A stone doesn’t sound like the most comfortable pillow under the best of circumstances. Even more so once the rabbinic tradition saddles this stone with the weight of the past and future:
“Jacob took twelve stones, from the stones of the altar upon which his father Isaac had been bound, and placed them under his head in that same place, to indicate that in the future, twelve tribes would come from him. And they all became one stone to indicate that in the future, they would all become one people on the earth.” (Pirkei d’Rabbi Eliezer 35:1)
Imagine sleeping on the stones that survived your family’s greatest trauma! We might imagine nightmares about the Akedah — the binding of Isaac — keeping Jacob tossing and turning all night.
At the same time, the 12 stones offer a promise that Jacob will emerge whole from his perilous journey, and will become the father of an expansive and unified people.

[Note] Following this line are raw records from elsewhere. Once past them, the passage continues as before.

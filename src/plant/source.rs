//! How one export of the SCADA historian is laid out.

use crate::base::{SourceId, Zone};

/// One export layout of the plant's historian.
#[derive(Clone, Debug, PartialEq)]
pub struct Source {
    /// Name used when posting.
    pub id: SourceId,
    /// A column a tag, or a row a reading.
    pub layout: Layout,
    /// How time is written.
    pub time: TimeColumn,
    /// Instant values or means.
    pub values: Values,
    /// Longest hold of a change-only value; `None` where every row has every value.
    pub hold_us: Option<i64>,
    /// Spacing of rows.
    pub every_us: i64,
    /// Spacing of exports; data are stale after three times this.
    pub expected_every_us: i64,
    /// Column separator.
    pub delimiter: u8,
    /// Decimal separator, `.` or `,`.
    pub decimal: u8,
    /// Words and numbers that mark a bad value, compared without regard to case.
    pub bad_values: Vec<String>,
}

/// How an export is laid out.
#[derive(Clone, Debug, PartialEq, Eq)]
pub enum Layout {
    /// A column a tag.
    Wide,
    /// A row a reading.
    Long {
        /// Column of the tag.
        tag_column: String,
        /// Column of the value.
        value_column: String,
        /// Column of the unit, if any.
        unit_column: Option<String>,
        /// Column of the quality, if any.
        quality_column: Option<String>,
        /// Quality texts that mean good.
        good: Vec<String>,
    },
}

/// How time is written in an export.
#[derive(Clone, Debug, PartialEq)]
pub struct TimeColumn {
    /// Column name.
    pub column: String,
    /// Its form.
    pub format: TimeFormat,
    /// Zone of local times.
    pub zone: Zone,
    /// What a repeated hour means.
    pub repeated_hour: RepeatedHour,
}

/// A form of time stamp.
#[derive(Clone, Debug, PartialEq, Eq)]
pub enum TimeFormat {
    /// strptime directives.
    Strptime(String),
    /// ISO 8601, with or without an offset.
    Iso,
    /// Spreadsheet days since 1899-12-30.
    Serial,
    /// Unix seconds.
    Unix,
}

/// What a local time of the repeated hour means.
#[derive(Clone, Copy, Debug, PartialEq, Eq)]
pub enum RepeatedHour {
    /// First pass, then second, told by the order of the rows.
    ByOrder,
    /// Always the earlier.
    Earlier,
    /// Always the later.
    Later,
    /// Not taken.
    Reject,
}

/// Instant values or means over an interval.
#[derive(Clone, Copy, Debug, PartialEq, Eq)]
pub enum Values {
    /// The value at the stamp.
    Instant,
    /// The mean over an interval.
    Mean {
        /// Its length.
        interval_us: i64,
        /// Which end the stamp marks.
        stamp: Stamp,
    },
}

/// Which end of a mean's interval the stamp marks.
#[derive(Clone, Copy, Debug, PartialEq, Eq)]
pub enum Stamp {
    /// Its start.
    Start,
    /// Its end.
    End,
}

It is easy to become paralyzed by the trauma of the past. And it may be equally tempting to shut out this past in order to move forward. Jacob challenges us instead to keep a multivalent stone under our heads — that is, to allow past trauma to be the base on which we build hope for the future.
Rabbi Daniel Bouskila
Sephardic Educational Center
What was this “place” where Jacob spent the night? According to Rashi, this “place” was Mount Moriah, commonly associated with the Temple Mount, the sacred site in Jerusalem where two Temples once stood.
To Jacob, Mount Moriah had a more personal connotation. It was the mountain where his father, Isaac, and his grandfather, Abraham, had walked up together as father and son, but on their way down, could no longer speak to each other. It was the place where his father, Isaac, was bound on an altar with a knife to his throat.
One can only wonder what it felt like for Jacob to be in the same spot that traumatized his father for life. Were there remnants of the altar and the ropes? Was the knife still there? Could he hear echoes of his father’s voice asking, “Where is the sheep for the burnt offering?” Could he feel his father’s “fear and trembling,” as Kierkegaard put it?
This frightening encounter with his father’s trauma all took place at night. “Never shall I forget that night,” Elie Wiesel said. I’m sure if asked about that night, Jacob would say the same thing. Like many who encounter terrorizing moments, Jacob turned to prayer. Indeed, it was at that place, on that night, when Jacob established tefilat arvit, Judaism’s nightly prayer service. At some point in life, we all stand in that “place.” We all experience that traumatic night. We all confront our past … and then we pray.